Does NAADP activate TPCs directly?

There is growing evidence to support the idea that TPCs play a central role in mediating NAADP responses, but does NAADP bind directly to TPCs? Recombinant TPC2 proteins incorporated into artificial bilayers are consistently modulated by the addition of NAADP to the cytosolic face of the channel (Pitt et al. 2010), but conventional whole cell/excised patch recordings of TPCs from whole lysosomes show disparate results. Wang and co‐workers report a complete lack of sensitivity to NAADP (Wang et al. 2012) whereas other studies using an identical approach show robust TPC‐mediated currents in response to NAADP (Brailoiu et al. 2010; Schieder et al. 2010; Jha et al. 2014; Ruas et al. 2015). When recording, from plasma membrane patches, from TPC2 channels redirected to the plasma membrane there appears to be a loss of TPC function in approximately 45% of experiments (Jha et al. 2014). It is puzzling that these inconsistencies exist, but can we explain these irregularities by the presence or lack of an NAADP‐binding protein located within the TPC complex?

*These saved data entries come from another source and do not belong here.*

// The terminal summary: one block per SIF (or one line per SIF on a register), then warnings,
// shared devices, what falls short and the caution, fitted to the terminal's width.
#include "sifter/report/terminal.hpp"

#include <algorithm>
#include <set>

#include "sifter/model/format.hpp"
#include "sifter/model/vocabulary.hpp"
#include "sifter/report/pressure_text.hpp"
#include "sifter/report/requirements_text.hpp"
#include "sifter/report/tables.hpp"
#include "sifter/report/text_table.hpp"
#include "sifter/report/worksheet.hpp"
#include "sifter/results/report.hpp"

namespace sifter::report {
namespace {

std::string verdict_words(const std::optional<bool>& meets) {
  if (!meets) return "NOT JUDGED (no target)";
  return *meets ? "MEETS TARGET" : "FALLS SHORT";
}

std::string joined(const std::vector<std::string>& items) {
  std::string out;
  for (const auto& i : items) out += (out.empty() ? "" : ", ") + i;
  return out;
}

// The spurious trips in one line: the SIF's rate and MTTF, then each subsystem's rate.
std::string spurious_line(const SifResult& s, std::size_t width) {
  std::string text = "spurious trips " + sci(s.spurious_trip_rate_per_yr) + "/yr";
  if (s.mttf_spurious_yr) text += ", MTTF spurious " + plain(*s.mttf_spurious_yr) + " yr";
  std::string parts;
  for (const auto& sub : s.subsystems) {
    // A supplier's figure carries no safe failure rates (spurious.hpp counts it as zero).
    const bool vendor = !sub.voting;
    parts += (parts.empty() ? "" : ", ") + sub.name + " " + (vendor ? "not given" : sci(sub.spurious_trip_rate_per_yr));
  }
  if (!parts.empty()) text += " (" + parts + ")";
  return fit_line(text, prose_width(width), "  ", "    ");
}

// What keeps the SIF where it is, in a few words: its limits, else the results that set the
// achieved SIL.
std::string limit_words(const SifResult& s) {
  if (!s.limits.empty()) return limits_words(s);
  return sil_words(s.sil_achieved) + " set by " + joined(limiting_results(s));
}

// The figure the verdict rests on, with its unit.
std::string figure_text(const SifResult& s) {
  return sci_or_dash(s.judged_figure()) + (s.demand_mode == DemandMode::kLow ? "" : "/h");
}

std::string sif_lines(const ProjectResult& r, std::size_t width) {
  TextTable t({"SIF", "mode", "SIL req", "SIL ach", "PFDavg or PFH", "verdict", "limited by"},
              {false, false, true, true, true, false, false});
  t.set_fit({Fit::kKeep, Fit::kKeep, Fit::kKeep, Fit::kKeep, Fit::kKeep, Fit::kKeep, Fit::kWrap});
  for (const auto& s : r.sifs)
    t.add_row({s.id, to_string(s.demand_mode), s.sil_required ? std::to_string(*s.sil_required) : "-",
               std::to_string(s.sil_achieved), figure_text(s),
               s.meets_target ? (*s.meets_target ? "meets" : "FALLS SHORT") : "not judged", limit_words(s)});
  return "SIFs (one line each; --sif ID for the full block)\n" + t.render("  ", width);
}

std::string scenario_lines(const ProjectResult& r, std::size_t width) {
  TextTable t({"scenario", "SIF", "req SIL", "required RRF", "with SIF [/yr]", "target [/yr]", "verdict"},
              {false, false, true, true, true, true, false});
  for (const auto& s : r.scenarios)
    t.add_row({s.id, s.sif.value_or("-"), std::to_string(s.required_sil), plain(s.required_rrf),
               sci_or_dash(s.mitigated_frequency_per_yr), sci(s.target_frequency_per_yr),
               s.meets_target ? (*s.meets_target ? "tolerable" : "NOT TOLERABLE") : "not judged"});
  return "Scenarios (one line each)\n" + t.render("  ", width);
}

// Every SIF and scenario of the project that falls short, so the end of a long run says
// which, not only how many.
std::string shortfalls(const ProjectResult& r, std::size_t width) {
  std::string out;
  for (const auto& s : r.sifs)
    if (s.meets_target && !*s.meets_target)
      out += fit_line("- SIF " + s.id + ": achieved " + sil_words(s.sil_achieved) +
                          (s.sil_required ? ", required " + sil_words(*s.sil_required) : std::string()) + "; " +
                          limit_words(s),
                      prose_width(width), "  ");
  for (const auto& s : r.scenarios)
    if (s.meets_target && !*s.meets_target)
      out += fit_line("- scenario " + s.id + ": " + sci_or_dash(s.mitigated_frequency_per_yr) +
                          "/yr with the SIF against a target of " + sci(s.target_frequency_per_yr) + "/yr",
                      prose_width(width), "  ");
  return out.empty() ? "" : "Falling short\n" + out;
}

std::string users_list(const std::string& title,
                       const std::vector<std::pair<std::string, std::vector<std::string>>>& items, std::size_t width) {
  if (items.empty()) return "";
  std::string out = fit_line(title, width, "");
  for (const auto& [name, users] : items) out += fit_line(name + ": " + joined(users), width, "  ", "    ");
  return out + "\n";
}

// The subsystems with their figures and constraints, and the SIF's sum.
std::string subsystem_table(const SifResult& s, std::size_t width) {
  const bool low = s.demand_mode == DemandMode::kLow;
  TextTable t({"subsystem", "role", "vote", low ? "PFDavg" : "PFH [1/h]", "exact", "share", "HFT", "SIL arch", "SC"},
              {false, false, false, true, true, true, true, true, true});
  t.set_fit(
      {Fit::kWrap, Fit::kKeep, Fit::kKeep, Fit::kKeep, Fit::kKeep, Fit::kKeep, Fit::kKeep, Fit::kKeep, Fit::kKeep});
  for (const auto& sub : s.subsystems) {
    t.add_row({sub.name, to_string(sub.role), sub.vote, sci_or_dash(low ? sub.pfd_avg : sub.pfh_per_hour),
               sci_or_dash(low ? sub.pfd_avg_exact : sub.pfh_exact_per_hour), percent(sub.share),
               sub.hft ? std::to_string(*sub.hft) : "-", std::to_string(sub.sil_architecture),
               sub.systematic_capability ? std::to_string(*sub.systematic_capability) : "-"});
  }
  t.add_rule();
  t.add_row({"SIF", "", "", sci_or_dash(s.judged_figure()), sci_or_dash(low ? s.pfd_avg_exact : s.pfh_exact_per_hour),
             percent(1.0), "", "", ""});
  return t.render("  ", width);
}

// RRF or PFH against the requirement, the three SILs, the exact cross-check, the uncertainty.
std::string figure_lines(const SifResult& s, std::size_t width) {
  std::string figures;
  if (s.demand_mode == DemandMode::kLow) {
    figures = "RRF " + (s.rrf ? plain(*s.rrf) : std::string("-"));
    if (s.required_rrf) figures += "   required RRF " + plain(*s.required_rrf);
  } else {
    figures = "PFH " + sci_or_dash(s.pfh_per_hour) + "/h";
    if (s.required_pfh_per_hour) figures += "   required PFH <= " + sci(*s.required_pfh_per_hour) + "/h";
  }
  std::string out = fit_line(figures, width, "  ");
  // The three SILs, then the outcome; on a narrow terminal the outcome takes the next line.
  const std::string sils = "SIL  probability " + sil_words(s.sil_probability) + " | architecture " +
                           sil_words(s.sil_architecture) + " | systematic " + sil_words(s.sil_systematic);
  const std::string outcome = "->  achieved " + sil_words(s.sil_achieved) +
                              (s.sil_required ? ", required " + sil_words(*s.sil_required) : std::string());
  if (2 + display_width(sils) + 2 + display_width(outcome) <= width)
    out += "  " + sils + "  " + outcome + "\n";
  else
    out += fit_line(sils, width, "  ", "     ") + fit_line(outcome, width, "       ", "    ");
  if (s.simplified_over_exact)
    out += fit_line("exact cross-check  simplified/exact = " + sifter::ratio(*s.simplified_over_exact) +
                        " (multi-phase Markov over the mission)",
                    width, "  ", "    ");
  if (s.uncertainty)
    out +=
        fit_line("uncertainty  mean " + sci(s.uncertainty->mean) + ", 5%-95% " + sci(s.uncertainty->p05) + " to " +
                     sci(s.uncertainty->p95) + ", P(meets target) " + percent(s.uncertainty->probability_meets_target) +
                     " (" + std::to_string(s.uncertainty->samples) + " samples)",
                 width, "  ", "    ");
  return out;
}

// The counts of the whole project, then which SIFs and scenarios fall short.
std::string counts(const ProjectResult& r, std::size_t width) {
  std::string out;
  int met = 0, judged = 0;
  for (const auto& s : r.sifs)
    if (s.meets_target) {
      ++judged;
      met += *s.meets_target ? 1 : 0;
    }
  if (!r.scenarios.empty()) {
    int tolerable = 0;
    for (const auto& s : r.scenarios) tolerable += s.meets_target.value_or(false) ? 1 : 0;
    out += fit_line("Scenarios: " + std::to_string(tolerable) + " of " + std::to_string(r.scenarios.size()) +
                        " reach their tolerable frequency",
                    width, "");
  }
  std::string summary =
      "Summary: " + std::to_string(met) + " of " + std::to_string(judged) + " judged SIFs meet their targets";
  if (judged < static_cast<int>(r.sifs.size()))
    summary += " (" + std::to_string(r.sifs.size() - static_cast<std::size_t>(judged)) + " without a target)";
  out += fit_line(summary, width, "");
  const std::string short_list = shortfalls(r, width);
  if (!short_list.empty()) out += "\n" + short_list;
  return out;
}

}  // namespace

std::string wrapped_caution(std::size_t width) { return wrap(std::string("CAUTION: ") + kCaution, width, ""); }

std::string render_sif(const SifResult& s, std::size_t width) {
  std::string out = fit_line(s.id + (s.title.empty() ? "" : "  " + s.title), width, "");
  const std::string under_value(13, ' ');  // continuation lines start under the value
  out +=
      fit_line("demand mode  " + to_string(s.demand_mode) + " (" + s.demand_mode_basis + ")", width, "  ", under_value);
  out += fit_line("target       " + (s.target_text.empty() ? std::string("none") : s.target_text), width, "  ",
                  under_value) +
         "\n";
  out += subsystem_table(s, width) + "\n";
  out += figure_lines(s, width);
  out += "  verdict  " + verdict_words(s.meets_target) + "\n";
  out += spurious_line(s, width);
  out += requirements_lines(s, width);
  const std::size_t prose = prose_width(width);
  if (!s.limits.empty()) {
    out += "  limited by\n";
    for (const auto& l : s.limits) out += fit_line("[" + l.kind + "] " + l.message, prose, "    ", "  ");
  }
  if (!s.assumptions.empty()) {
    out += "  assumptions\n";
    for (const std::string& a : s.assumptions) out += fit_line("- " + a, prose, "    ");
  }
  if (!s.warnings.empty()) {
    out += "  warnings\n";
    for (const auto& w : s.warnings) out += fit_line("! " + w, prose, "    ");
  }
  return out;
}

bool shows_full_blocks(std::size_t sifs, const TerminalOptions& options) {
  return !options.sifs.empty() || (!options.summary && sifs <= kSummaryAboveSifs);
}

std::string render_terminal(const ProjectResult& r, const TerminalOptions& options) {
  const std::size_t width = std::max<std::size_t>(options.width, 20);
  std::string out = fit_line("sifter " SIFTER_VERSION " check: " + r.file, width, "");
  if (!r.title.empty()) out += fit_line(r.title, width, "");
  out += "\n";
  const std::set<std::string> chosen(options.sifs.begin(), options.sifs.end());
  const bool filtered = !chosen.empty();
  const bool one_line_each = !shows_full_blocks(r.sifs.size(), options);
  if (one_line_each) {
    if (!r.scenarios.empty()) out += scenario_lines(r, width) + "\n";
    out += sif_lines(r, width) + "\n";
  } else {
    for (const auto& s : r.scenarios)
      if (!filtered || (s.sif && chosen.count(*s.sif))) out += render_worksheet(s, width) + "\n";
    for (const auto& s : r.sifs)
      if (!filtered || chosen.count(s.id)) out += render_sif(s, width) + "\n";
  }
  out += render_pressure_text(r, width);
  std::vector<std::pair<std::string, std::vector<std::string>>> shared;
  for (const auto& c : r.shared_components) shared.emplace_back(c.component, c.sifs);
  out += users_list("Components shared between SIFs (check their independence)", shared, width);
  shared.clear();
  for (const auto& d : r.shared_devices) shared.emplace_back(d.tag, d.users);
  out += users_list("Devices several SIFs or scenarios rely on", shared, width);
  if (!r.warnings.empty()) {
    out += "Warnings\n";
    for (const auto& w : r.warnings) out += fit_line(w.where + ": " + w.message, prose_width(width), "  ", "    ");
    out += "\n";
  }
  out += counts(r, width);
  out += "\n" + wrapped_caution(prose_width(width));
  return out;
}

}  // namespace sifter::report
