// Terminal text of the what-if commands.
#include "sifter/report/whatif_text.hpp"

#include <algorithm>
#include <cstdio>

#include "sifter/model/format.hpp"
#include "sifter/model/vocabulary.hpp"
#include "sifter/report/terminal.hpp"
#include "sifter/report/text_table.hpp"

namespace sifter::report {
namespace {

const char* measure_name(DemandMode mode) { return mode == DemandMode::kLow ? "PFDavg" : "PFH"; }

std::string measure_text(double v, DemandMode mode) { return sci(v) + (mode == DemandMode::kLow ? "" : "/h"); }

std::string verdict(const std::optional<bool>& meets) {
  if (!meets) return "not judged";
  return *meets ? "meets" : "FALLS SHORT";
}

std::string notes_block(const std::vector<std::string>& notes, std::size_t width) {
  if (notes.empty()) return "";
  std::string out = "  notes\n";
  for (const auto& n : notes) out += wrap("- " + n, prose_width(width) - 4, "    ");
  return out;
}

std::string hours_and_months(Duration d) {
  char buf[64];
  std::snprintf(buf, sizeof buf, "%.6g h (%.4g mo, %.3g yr)", checked(d.hours, "interval"), d.hours / kHoursPerMonth,
                d.years());
  return buf;
}

std::string hours_text(double hours) {
  char buf[32];
  std::snprintf(buf, sizeof buf, "%.6g", checked(hours, "hours"));
  return buf;
}

std::string names(const std::vector<std::string>& items) {
  std::string out;
  for (const auto& i : items) out += (out.empty() ? "'" : ", '") + i + "'";
  return out;
}

// "  label        text", the text wrapped under itself.
std::string labelled(const std::string& label, const std::string& text, std::size_t width) {
  constexpr std::size_t kLabelWidth = 13;
  const std::string body = wrap(text, prose_width(width) - 2 - kLabelWidth, "");
  std::string out;
  std::size_t start = 0;
  bool first = true;
  while (start < body.size()) {
    const std::size_t end = body.find('\n', start);
    const std::string line = body.substr(start, end - start);
    out += "  " +
           (first ? label + std::string(kLabelWidth - std::min(kLabelWidth - 1, label.size()), ' ')
                  : std::string(kLabelWidth, ' ')) +
           line + "\n";
    first = false;
    start = end + 1;
  }
  return out;
}

std::string ending(std::size_t width) { return "\n" + wrapped_caution(prose_width(width)); }

}  // namespace

std::string what_if_value(double value, const std::string& unit) {
  checked(value, "value");
  if (unit == "h") return format_duration(Duration{value});
  if (unit == "x") return plain(value) + "x";
  if (unit == "/h") return sci(value) + "/h";
  if (unit == "/yr") return sci(value) + "/yr";
  return value != 0.0 && value < 0.001 ? sci(value) : percent(value);
}

std::string render_interval(const IntervalResult& r, std::size_t width) {
  const DemandMode mode = r.requirement.mode;
  const std::string m = measure_name(mode);
  std::string out = "Longest proof-test interval of " + r.sif + "\n";
  out += labelled("varied",
                  r.subsystem ? "subsystem '" + *r.subsystem + "'"
                              : "all subsystems with channels, tested together: " + names(r.varied),
                  width);
  std::string req = r.requirement.basis;
  if (r.margin > 0.0) req += "; margin " + percent(r.margin) + ": " + m + " at most " + measure_text(r.allowed, mode);
  out += labelled("requirement", req, width);
  std::string now;
  for (std::size_t i = 0; i < r.varied.size(); ++i)
    now += (i ? ", " : "") + (r.varied.size() > 1 ? r.varied[i] + " " : "") + format_duration(r.current_intervals[i]);
  out += labelled("now", m + " " + measure_text(r.measure_now, mode) + " with interval " + now, width);
  out += "\n";
  // Just inside a band edge the figure rounds to the edge itself; say which side it is on.
  const std::string inside = r.requirement.band_edge && r.margin == 0.0 ? " (just inside the band)" : "";
  switch (r.outcome) {
    case IntervalOutcome::kNone:
      out += "  longest      NONE: no proof-test interval meets the requirement\n";
      break;
    case IntervalOutcome::kWholeMission:
      out += "  longest      the whole mission time, " + hours_and_months(r.longest) + "\n";
      out += "               " + m + " " + measure_text(r.measure_at_longest, mode) + "\n";
      break;
    case IntervalOutcome::kFound:
      out += "  longest      " + hours_and_months(r.longest) + "\n";
      out += "               " + m + " " + measure_text(r.measure_at_longest, mode) + inside + "\n";
      break;
  }
  if (r.outcome != IntervalOutcome::kNone) {
    out += "  whole months " + std::to_string(r.whole_months) + " mo";
    if (r.measure_at_whole_months)
      out += ": " + m + " " + measure_text(*r.measure_at_whole_months, mode);
    else
      out += " (less than one month)";
    out += "\n";
  }
  out += "  interval 0   " + m + " " + measure_text(r.measure_at_zero, mode) +
         " (the terms the interval does not touch)\n";
  return out + notes_block(r.notes, width) + ending(width);
}

std::string render_sweep(const SweepResult& r, std::size_t width) {
  const bool low = r.mode == DemandMode::kLow;
  const bool duration = is_duration(r.parameter);
  std::string out = fit_line("Sweep of " + to_string(r.parameter) + " for " + r.sif + ", " +
                                 (r.subsystem ? "subsystem '" + *r.subsystem + "'" : "subsystems " + names(r.varied)),
                             prose_width(width), "", "  ");
  if (!r.points.empty()) {
    const auto req = governing_requirement(r.points.front().result);
    out += labelled("requirement", req ? req->basis : std::string("none (not judged)"), width) + "\n";
  }
  std::vector<std::string> header{to_string(r.parameter)};
  if (duration) header.push_back("[h]");
  for (const char* h : {low ? "PFDavg" : "PFH [1/h]", "RRF", "SIL prob", "SIL achieved", "verdict"})
    header.emplace_back(h);
  TextTable t(header, std::vector<bool>(header.size(), true));
  for (const auto& p : r.points) {
    const SifResult& s = p.result;
    std::vector<std::string> row;
    if (duration) {
      row.push_back(format_duration(Duration{p.value}));
      row.push_back(hours_text(p.value));
    } else {
      row.push_back(what_if_value(p.value, r.parameter == SweepParameter::kLambdaDuFactor ? "x" : ""));
    }
    row.push_back(sci_or_dash(low ? s.pfd_avg : s.pfh_per_hour));
    row.push_back(low && s.rrf ? plain(*s.rrf) : "-");
    row.push_back(sil_number(s.sil_probability));
    row.push_back(sil_number(s.sil_achieved));
    row.push_back(verdict(s.meets_target));
    t.add_row(row);
  }
  out += t.render("  ", width);
  return out + notes_block(r.notes, width) + ending(width);
}

std::string render_compare(const CompareResult& r, std::size_t width) {
  const bool low = r.mode == DemandMode::kLow;
  std::string out =
      fit_line("Votes compared for " + r.sif + ", subsystem '" + r.subsystem + "'", prose_width(width), "", "  ");
  if (!r.rows.empty()) {
    const auto req = governing_requirement(r.rows.front().result);
    out += labelled("requirement", req ? req->basis : std::string("none (not judged)"), width) + "\n";
  }
  TextTable t({"vote", low ? "PFDavg sub" : "PFH sub", low ? "PFDavg SIF" : "PFH SIF", "RRF", "SIL prob", "HFT",
               "SIL arch sub/SIF", "trips/yr", "MTTF [yr]", "verdict"},
              {false, true, true, true, true, true, true, true, true, true});
  for (const auto& row : r.rows) {
    const SifResult& s = row.result;
    const SubsystemResult& sub = s.subsystems.at(r.subsystem_index);
    t.add_row({row.vote + (row.current ? " (now)" : ""), sci_or_dash(low ? sub.pfd_avg : sub.pfh_per_hour),
               sci_or_dash(low ? s.pfd_avg : s.pfh_per_hour), low && s.rrf ? plain(*s.rrf) : "-",
               sil_number(s.sil_probability), sub.hft ? std::to_string(*sub.hft) : "-",
               sil_number(sub.sil_architecture) + " / " + sil_number(s.sil_architecture),
               sci(s.spurious_trip_rate_per_yr), s.mttf_spurious_yr ? plain(*s.mttf_spurious_yr) : "-",
               verdict(s.meets_target)});
  }
  out += t.render("  ", width);
  std::vector<std::string> notes = r.notes;
  notes.push_back(
      "PFDavg, SIL arch: of the subsystem and of the SIF; trips/yr and MTTF: spurious trips of the whole "
      "SIF, " +
      std::string(kSpuriousTripSource));
  return out + notes_block(notes, width) + ending(width);
}

std::string render_sensitivity(const SensitivityResult& r, std::size_t width) {
  const char* m = measure_name(r.mode);
  std::string out = fit_line("Sensitivity of " + r.sif + ": " + m + " " + measure_text(r.base, r.mode) +
                                 ", each input divided and multiplied by " + plain(r.factor),
                             prose_width(width), "", "  ");
  if (r.requirement) out += labelled("requirement", r.requirement->basis, width);
  out += "\n";
  double widest = 0.0;
  for (const auto& in : r.inputs) widest = std::max(widest, in.swing);
  constexpr int kBarWidth = 16;
  TextTable t({"input", "low", "high", "at low", "at high", "swing", ""}, {false, true, true, true, true, true, false});
  for (const auto& in : r.inputs) {
    const int bar = widest > 0.0 ? static_cast<int>(kBarWidth * in.swing / widest + 0.5) : 0;
    t.add_row({in.name, what_if_value(in.low_value, in.unit),
               what_if_value(in.high_value, in.unit) + (in.clamped ? "*" : ""), sci(in.at_low), sci(in.at_high),
               sci(in.swing), std::string(static_cast<std::size_t>(bar), '#')});
  }
  out += t.render("  ", width);
  std::vector<std::string> notes = r.notes;
  for (const auto& in : r.inputs)
    if (in.clamped) {
      notes.push_back("* held at 1: a fraction cannot exceed it");
      break;
    }
  return out + notes_block(notes, width) + ending(width);
}

}  // namespace sifter::report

Photoaffinity labelling of NAADP revealed that NAADP targets proteins much smaller in size than TPCs (Lin‐Moshier et al. 2012; Walseth et al. 2012). This suggests that TPCs may exist within a larger protein complex and that NAADP may bind to individual accessory proteins within this complex rather than directly binding to the TPCs. These putative NAADP‐binding proteins are reported to co‐immunoprecipitate with TPCs (Ruas et al. 2010; Walseth et al. 2012) and to persist in transgenic mice lacking either TPC2 or TPC1 (Lin‐Moshier et al. 2012) or lacking both TPC1 and TPC2 (Ruas et al. 2015), inferring that TPCs are the pore‐forming subunits of a larger complex. The presence or absence of these proteins may therefore explain the variability of NAADP sensitivity across experimental systems (Marchant & Patel, 2013). It is feasible, therefore, that NAADP could bind to a secondary protein that is either tightly complexed with TPCs or that translocates to TPCs following NAADP binding to form part of the TPC complex. In both cases, the interaction of an NAADP‐bound binding protein with a TPC would be likely to modify TPC function as an ion channel. This does not rule out the possibility that NAADP could additionally interact directly with and regulate TPCs. The isolation, purification and identification of the proposed high‐affinity NAADP‐binding proteins are the next key experimental objectives in this field. Until the binding proteins are identified, we will not grasp whether NAADP exerts a long‐range induction of Ca2+ release from acidic stores involving multiple intracellular signalling steps and possibly multiple ion channels or whether a short range or direct effect of NAADP on TPCs is the primary mechanism that elicits Ca2+ release.

Is NAADP the only activator of TPC activity?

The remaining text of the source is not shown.